1. There are currently 112 i3 validation and development projects (plus 5 scale-ups). If just 10% of these were found to be effective and scalable, that would be 11 new programs. Adding this to the scale-up programs and other programs already positively reviewed in the What Works Clearinghouse, this would be a substantial base of proven programs. In medicine, the great majority of treatments initially evaluated are found not to be effective, yet the medical system of innovation works because the few proven approaches make such a big difference. Failure is fine if it leads to success.

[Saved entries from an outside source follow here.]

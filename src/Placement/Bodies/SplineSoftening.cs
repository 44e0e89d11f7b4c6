namespace Placement.Bodies;

/// <summary>
/// The softened gravity of a point mass used everywhere in Placement: the field of a cubic B-spline mass distribution of
/// compact support h, exactly Newtonian for r ≥ h. Every <see cref="PointMass"/> softening length means this kernel.
/// </summary>
/// <remarks>
/// <para>With u = r/h, the point mass m is spread as the cubic spline density
/// ρ(r) = (8m/(πh³)) · {1 − 6u² + 6u³ for u &lt; ½; 2(1 − u)³ for ½ ≤ u &lt; 1; 0 beyond}, the kernel of the softened
/// gravity in tree/particle codes (Springel, Yoshida &amp; White 2001, New Astron. 6, 79; Springel 2005, MNRAS 364, 1105;
/// cited from memory — the forms below were derived here from that density and are checked numerically in the tests).
/// Enclosed mass fraction g(u) = M(&lt;r)/m:
/// g = (32/3)u³ − (192/5)u⁵ + 32u⁶ for u &lt; ½; g = 64(u³/3 − 3u⁴/4 + 3u⁵/5 − u⁶/6) − 1/15 for ½ ≤ u &lt; 1; 1 beyond.
/// Potential Φ = −(Gm/h) f(u): f = 14/5 − (16/3)u² + (48/5)u⁴ − (32/5)u⁵ for u &lt; ½;
/// f = 16/5 − 1/(15u) − (32/3)u² + 16u³ − (48/5)u⁴ + (32/15)u⁵ for ½ ≤ u &lt; 1; f = 1/u beyond. The radial acceleration is
/// −dΦ/dr = −G m g(u)/r². Both g and Φ are continuous with continuous first derivatives at u = ½ and u = 1.</para>
/// <para>The central potential is −(14/5)Gm/h, the same as a Plummer sphere of scale ε = 5h/14 = h/2.8, which is why
/// h = 2.8 ε is quoted as the "Plummer-equivalent" softening (follows from the formula above).</para>
/// <para>h = 0 means an unsoftened (Newtonian) point mass. Lengths and masses in any consistent units; G is passed in.</para>
/// </remarks>
public static class SplineSoftening
{
    /// <summary>h/ε for the Plummer sphere with the same central potential: 14/5.</summary>
    public const double PlummerEquivalentRatio = 14.0 / 5.0;

    /// <summary>Dimensionless density shape w(u) with ρ(r) = (m/h³) w(r/h); ∫ 4πu² w(u) du = 1 over [0, 1].</summary>
    /// <param name="u">r/h, ≥ 0.</param>
    public static double DensityShape(double u)
    {
        const double c = 8 / Math.PI;
        if (u < 0.5) return c * (1 - 6 * u * u + 6 * u * u * u);
        if (u < 1)
        {
            double a = 1 - u;
            return 2 * c * a * a * a;
        }
        return 0;
    }

    /// <summary>Enclosed mass fraction g(u) = M(&lt;r)/m of the spline distribution, u = r/h; 0 at u ≤ 0, 1 at u ≥ 1.</summary>
    /// <param name="u">r/h.</param>
    public static double MassFraction(double u)
    {
        if (!(u > 0)) return 0;
        double u3 = u * u * u;
        if (u < 0.5) return u3 * (32.0 / 3 - 192.0 / 5 * u * u + 32 * u3);
        if (u < 1) return 64 * u3 * (1.0 / 3 - 0.75 * u + 0.6 * u * u - u3 / 6) - 1.0 / 15;
        return 1;
    }

    /// <summary>Dimensionless potential f(u) with Φ = −(Gm/h) f(r/h); f = 1/u for u ≥ 1, f(0) = 14/5.</summary>
    /// <param name="u">r/h, ≥ 0.</param>
    public static double PotentialShape(double u)
    {
        double u2 = u * u;
        if (u < 0.5) return 14.0 / 5 + u2 * (-16.0 / 3 + u2 * (48.0 / 5 - 32.0 / 5 * u));
        if (u < 1) return 16.0 / 5 - 1 / (15 * u) + u2 * (-32.0 / 3 + u * (16 + u * (-48.0 / 5 + 32.0 / 15 * u)));
        return 1 / u;
    }

    /// <summary>Mass of the softened point mass inside radius r, mass units.</summary>
    /// <param name="r">Radius, length units.</param>
    /// <param name="mass">Point mass m, mass units.</param>
    /// <param name="softening">Softening length h ≥ 0, length units (0: all the mass at the centre).</param>
    /// <exception cref="ArgumentOutOfRangeException"><paramref name="softening"/> is negative or not finite.</exception>
    public static double EnclosedMass(double r, double mass, double softening)
    {
        CheckSoftening(softening);
        if (!(r > 0)) return 0;
        return softening == 0 ? mass : mass * MassFraction(r / softening);
    }

    /// <summary>Potential Φ(r) of the softened point mass, length²/time² of the units of <paramref name="gravitationalConstant"/>.</summary>
    /// <param name="r">Radius, length units, ≥ 0 (r = 0 allowed when h &gt; 0).</param>
    /// <param name="mass">Point mass m, mass units.</param>
    /// <param name="softening">Softening length h ≥ 0, length units.</param>
    /// <param name="gravitationalConstant">G in the same units.</param>
    /// <exception cref="ArgumentOutOfRangeException"><paramref name="softening"/> is negative or not finite.</exception>
    public static double Potential(double r, double mass, double softening, double gravitationalConstant)
    {
        CheckSoftening(softening);
        if (softening == 0) return -gravitationalConstant * mass / r;
        return -gravitationalConstant * mass / softening * PotentialShape(Math.Abs(r) / softening);
    }

    /// <summary>Radial acceleration −dΦ/dr = −G m g(r/h)/r² (negative: towards the mass), length/time² units.</summary>
    /// <param name="r">Radius, length units, &gt; 0.</param>
    /// <param name="mass">Point mass m, mass units.</param>
    /// <param name="softening">Softening length h ≥ 0, length units.</param>
    /// <param name="gravitationalConstant">G in the same units.</param>
    /// <exception cref="ArgumentOutOfRangeException"><paramref name="softening"/> is negative or not finite.</exception>
    public static double RadialAcceleration(double r, double mass, double softening, double gravitationalConstant) =>
        -gravitationalConstant * EnclosedMass(r, mass, softening) / (r * r);

    private static void CheckSoftening(double softening)
    {
        if (!(softening >= 0) || !double.IsFinite(softening))
            throw new ArgumentOutOfRangeException(nameof(softening), softening, "Softening length must be finite and ≥ 0.");
    }
}
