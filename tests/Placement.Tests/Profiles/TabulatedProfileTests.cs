using Placement.Profiles;
using Placement.Random;
using Placement.Units;

namespace Placement.Tests.Profiles;
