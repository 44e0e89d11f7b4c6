using Placement.Parallelism;
using Placement.Points;
using Placement.Profiles;

namespace Placement.Bodies;

/// <summary>Velocity fields for a placed body: rest, solid-body rotation, or rotation with a user Ω(r).</summary>
/// <remarks>
/// Rotation is about an axis through the origin along a unit vector â: v = Ω(r) â × x, with r = |x| the spherical
/// radius (so Ω(r) = constant is solid-body rotation). Velocities are in the point set's units: length per time
/// unit of its <see cref="Units.UnitSystem"/> (for <c>solar</c>, R_sun per t_dyn = √(R_sun³/(G M_sun))).
/// The break-up angular velocity of a body of mass M and radius R is Ω_crit = √(G M / R³) (a point on the equator
/// orbits at the surface; common practice).
/// </remarks>
public static class Rotation
{
    /// <summary>Ω_crit = √(G M / R³) of <paramref name="profile"/>, in 1/time of its unit system.</summary>
    public static double BreakupAngularVelocity(IRadialProfile profile)
    {
        ArgumentNullException.ThrowIfNull(profile);
        double r = profile.OuterRadius;
        return Math.Sqrt(profile.Units.GravitationalConstant * profile.TotalMass / (r * r * r));
    }

    /// <summary>v = Ω(|x|) â × x for every point.</summary>
    /// <param name="points">The points.</param>
    /// <param name="omega">Angular velocity as a function of spherical radius, 1/time units.</param>
    /// <param name="axis">Rotation axis (normalised here); +z when null.</param>
    /// <param name="parallel">Parallelism; results are identical for any setting.</param>
    /// <returns>The velocity components, length/time units.</returns>
    /// <exception cref="ArgumentException">The axis is zero or not finite.</exception>
    public static (double[] Vx, double[] Vy, double[] Vz) Velocities(PointSet points, Func<double, double> omega,
        (double X, double Y, double Z)? axis = null, ParallelSettings? parallel = null)
    {
        ArgumentNullException.ThrowIfNull(points);
        ArgumentNullException.ThrowIfNull(omega);
        var (ax, ay, az) = axis ?? (0.0, 0.0, 1.0);
        double len = Math.Sqrt(ax * ax + ay * ay + az * az);
        if (!(len > 0) || !double.IsFinite(len)) throw new ArgumentException($"Rotation axis ({ax}, {ay}, {az}) must be finite and non-zero.", nameof(axis));
        ax /= len; ay /= len; az /= len;
        int n = points.Count;
        var vx = new double[n];
        var vy = new double[n];
        var vz = new double[n];
        ParallelLoop.For(n, parallel, (s, e) =>
        {
            for (int i = s; i < e; i++)
            {
                double w = omega(points.Radius(i));
                double x = points.X[i], y = points.Y[i], z = points.Z[i];
                vx[i] = w * (ay * z - az * y);
                vy[i] = w * (az * x - ax * z);
                vz[i] = w * (ax * y - ay * x);
            }
        });
        return (vx, vy, vz);
    }

    /// <summary>Total angular momentum Σ m x × v of the points, mass·length²/time units.</summary>
    public static (double X, double Y, double Z) AngularMomentum(PointSet points, double[] vx, double[] vy, double[] vz)
    {
        ArgumentNullException.ThrowIfNull(points);
        double jx = 0, jy = 0, jz = 0;
        for (int i = 0; i < points.Count; i++)
        {
            double m = points.Mass[i], x = points.X[i], y = points.Y[i], z = points.Z[i];
            jx += m * (y * vz[i] - z * vy[i]);
            jy += m * (z * vx[i] - x * vz[i]);
            jz += m * (x * vy[i] - y * vx[i]);
        }
        return (jx, jy, jz);
    }
}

2. Among the programs that do not produce statistically significant positive outcomes on achievement measures, there are sure to be many that show promise but do not quite reach significance. For example, any program whose evaluation shows a student-level positive effect size of, say, +0.15 or more should be worthy of additional investment to refine and improve its procedures and its evaluation to reach a higher standard, rather than being considered a bust.

3. The i3 process is producing a great deal of information about what works and what does not, what gets implemented and what does not, and the match between schools’ needs and programs’ approaches. These learnings should contribute to improvements in new programs, to revisions of existing programs, and to the policies applied by i3, IES, and other funders.

4. As the findings of the i3 and IES evaluations become known, program developers, grant reviewers, and government leaders should get smarter about what kinds of approaches are likely to work and to go to scale. Because of this, one might imagine that even if only 10% of validation and development programs succeed in RCTs today, higher and higher proportions will succeed in such studies in the future.

Evidence-based reform, in which promising scalable approaches are ultimately evaluated in RCTs or similarly rigorous evaluations, is the best way to create substantial and lasting improvements in student achievement. Failures of individual evaluations or projects are an expected, even valued part of the process of research-based reform. We need to be prepared for them, and to celebrate the successes and the learnings along the way.

As Churchill also said, “Success is not final, failure is not fatal; It is the courage to continue that counts.”